## Excerpted data:
@njit(nogil=True, cache=CACHE, error_model="numpy")
def advance_scalar(  # type: ignore[no-untyped-def]
    network, rows, refresh, factor_row, nodes, rates, state, samples, budget, recorders, judging
):
    """See contract.py. rates : float64, (R, M + 2 T), 1/s per product of falling factorials; judging : requirements, or
    None, for which their part of the kernel is not compiled.
    """
    averages, occupancy, log = recorders.averages, recorders.occupancy, recorders.log
    replicates = rates.shape[0]
    species = state.counts.shape[1] - 1
    grid_size = samples.time.size
    averaging, settling = averages.edge.size > 0, averages.settle_start.size > 0
    settle_start, settle, pace_row = averages.settle_start, averages.settle, averages.pace_row
    following, logging = occupancy.species.size > 0, log.time.shape[1] > 0
    seconds, standing_since, span = occupancy.seconds, occupancy.since, occupancy.span
    slot, bin_width = occupancy.slot, occupancy.width
    value = np.empty(rows.end)
    cumulative = np.empty(rows.end)
    left = budget
    every = 1 if budget > 0 else 2  # no literal: views of no particular layout, see recording.py
    columns, firing_columns = state.counts.T[::every], state.firings.T[::every]
    running, settled = averages.running.T[::every], averages.settled.T[::every]
    if judging is not None:
        moments, moment_leaves, halting = judging.moments, judging.moment_leaves, judging.stops
        judging_averages = judging.table.shape[0] > moments
        plan, spans, leaves, program, record = (
            judging.table,
            judging.span,
            judging.leaf,
            judging.program,
            judging.record,
        )
        term_start, factor_start, factor_species = judging.term_start, judging.factor_start, judging.factor_species
        factor_offset, coefficient = judging.factor_offset, judging.coefficient
        leaf_truth, leaf_value, leaf_sum = judging.leaf_truth, judging.leaf_value, judging.leaf_sum
        integrated_to, judged_edge, halt = judging.integrated_to, judging.next_edge, judging.halt
        sums, affected_start, affected = leaf_sum.T[::every], judging.affected_start, judging.affected
    time, edge, next_edge = samples.time, averages.edge, averages.next_edge
    factor, offset, dummy = averages.factor, averages.offset, species
    leaf, scratch = rows.leaf, np.ones(nodes + 1)
    below_at = np.uint64(leaf.size)
    above_at = below_at + np.uint64(network.node_parent.size)
    start, parent, node, less = network.factor_start, network.node_parent, network.node_species, network.node_offset
    reactant, shift, depend = network.reactant, network.offset, network.depend_channel
    paces = np.zeros((replicates, rows.leaf.size if nodes > 0 else 0))
    pace_columns = paces.T[::every]
    for r in range(replicates):
        if state.reason[r] != RUNNING:
            continue
        if left <= 0:
            break
        counts, constants, firings = state.counts[r], rates[r], state.firings[r]
        running_row, settled_row, pace = averages.running[r], averages.settled[r], paces[r]
        sum_all(network, rows, constants, counts, value, cumulative)
        if factor_row is not None:
            renew_factors(
                factor_row, leaf, start, parent, node, less, reactant, shift, constants, counts, scratch, value, pace
            )
            sum_up(rows, value, cumulative)
        clock = state.clock[r]
        sample = state.next_sample[r]
        mark = next_mark(time, edge, next_edge, r, sample)
        if judging is not None:
            mark = min(mark, judged_edge[r])
        while left > 0:
            if logging and log.used[r] == log.time.shape[1]:
                state.reason[r] = BUFFER_FULL
                break
            total = cumulative[rows.end - 1]
            wait = minus_log(waiting_uniform(next_word(state.stream, r))) / total
            target = selection_uniform(next_word(state.stream, r)) * total
            later = clock + wait  # inf when nothing can fire, so that the grid below ends the replicate
            since = clock
            stop = np.inf
            if judging is not None:
                if judging_averages and not later <= judged_edge[r]:
                    until = min(later, time[grid_size - 1])
                    cross_edges(
                        moments, moment_leaves, plan, spans, leaves, program, leaf_value, leaf_truth, record, integrated_to,
                        judged_edge, sums, r, r, until,
                    )  # fmt: skip
                if halting:
                    if halt[r] == np.inf and not later <= mark:
                        here = max(mark, integrated_to[r])
                        if here < time[grid_size - 1] and all_decided(moments, plan, spans, record, r, here):
                            halt[r] = here
                    stop = halt[r]
                    later = min(later, stop)
            if not later <= mark:
                if averaging:
                    since = close_windows(
                        averages, r, since, later, columns, firing_columns, running, settled, pace_columns, r
                    )
                sample = sample_until(
                    time, samples.counts, samples.firings, r, sample, later, columns, firing_columns, r
                )
                mark = next_mark(time, edge, next_edge, r, sample)
                if judging is not None:
                    mark = min(mark, judged_edge[r])
            if sample == grid_size or stop < np.inf:
                clock = time[grid_size - 1] if sample == grid_size else stop
                state.reason[r] = TIME_REACHED if total > 0.0 else NOTHING_CAN_FIRE
                settle_histograms(occupancy, r, columns, r, clock)
                if judging is not None:
                    for k in range(moment_leaves, leaves.shape[0]):
                        sums[np.uint64(k), r] += part(leaf_value[r, k], clock - integrated_to[r])
                    integrated_to[r] = max(integrated_to[r], clock)
                if sample < grid_size:
                    state.reason[r] = STOP_CONDITION
                    if averaging:
                        cut_windows(
                            averages, r, since, clock, columns, firing_columns, running, settled, pace_columns, r
                        )
                    sample = hold_samples(time, samples.counts, samples.firings, r, sample, columns, firing_columns, r)
                break
            if averaging and not settling:
                integrate_row(factor, offset, dummy, counts, running_row, later - since)
                if factor_row is not None:
                    for k in range(averages.paced.shape[0]):
                        running_row[averages.paced[k, 0]] += pace[averages.paced[k, 1]] * (later - since)
            if judging is not None and judging_averages:
                for k in range(np.uint64(moment_leaves), np.uint64(leaves.shape[0])):
                    sums[k, r] += part(leaf_value[r, k], later - integrated_to[r])
                integrated_to[r] = later
            clock = later
            j = find_channel(rows, cumulative, target)
            if settling:
                settle_row(
                    settle, np.uint64(settle_start[j]), np.uint64(settle_start[j + _ONE]), factor, offset, pace_row, counts,
                    running_row, settled_row, pace, clock,
                )  # fmt: skip
            for k in range(np.uint64(network.change_start[j]), np.uint64(network.change_start[j + _ONE])):
                i = np.uint64(network.change_species[k])
                if following and slot[i] >= 0:
                    occupy(seconds, standing_since, span, bin_width, r, slot[i], counts[i], clock)
                counts[i] += network.change_amount[k]
            for k in range(np.uint64(network.depend_start[j]), np.uint64(network.depend_start[j + _ONE])):
                d = np.uint64(network.depend_channel[k])
                value[np.uint64(rows.leaf[d])] = propensity(network, constants[d], counts, d)
            if factor_row is not None:
                for k in range(np.uint64(network.depend_start[j]), np.uint64(network.depend_start[j + _ONE])):
                    d = np.uint64(depend[k])
                    f = factor_row[d]
                    if f >= 0:
                        own = counts[np.uint64(reactant[d, 0])] * (counts[np.uint64(reactant[d, 1])] - shift[d, 1])
                        own *= counts[np.uint64(reactant[d, 2])] - shift[d, 2]
                        if own > 0.0:
                            own *= factor_value(
                                np.uint64(start[d, 0]), np.uint64(start[d, 1]), np.uint64(start[d, 2]), parent, node, less,
                                constants, below_at, above_at, counts, scratch,
                            )  # fmt: skip
                        pace[f] = own
                        value[np.uint64(leaf[d])] = constants[d] * own
            refresh_sums(rows, refresh, j, value, cumulative)
            firings[j] += 1
            if judging is not None:
                news = False
                for a in range(np.uint64(affected_start[j]), np.uint64(affected_start[j + _ONE])):
                    q = affected[a]
                    first, last = np.uint64(plan[q, FIRST_LEAF]), np.uint64(plan[q, END_LEAF])
                    if q >= moments:
                        for k in range(first, last):
                            leaf_value[r, k] = take_value(
                                leaves, term_start, factor_start, factor_species, factor_offset, coefficient, r, np.int64(k),
                                columns, r,
                            )  # fmt: skip
                        continue
                    changed = 0
                    for k in range(first, last):
                        changed += leaf_change(
                            leaves, term_start, factor_start, factor_species, factor_offset, coefficient, leaf_truth, r, k,
                            columns, r,
                        )  # fmt: skip
                    if changed > 0:
                        news |= turn(plan, spans, program, leaf_truth, record, r, q, clock)
                if halting and news and all_decided(moments, plan, spans, record, r, clock):
                    halt[r] = clock
            if logging:
                log.time[r, log.used[r]] = clock
                log.channel[r, log.used[r]] = j
                log.used[r] += 1
            left -= 1
        state.clock[r] = clock
        state.next_sample[r] = sample
        for i in range(species):
            if counts[i] > OVERFLOW_GUARD:
                state.reason[r] = COUNT_OVERFLOW
    return budget - left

## Assignment:
For the word "skip", return every line of the records that holds it.

## Answer to this problem:
                    )  # fmt: skip
                )  # fmt: skip
                            )  # fmt: skip
                            )  # fmt: skip
                        )  # fmt: skip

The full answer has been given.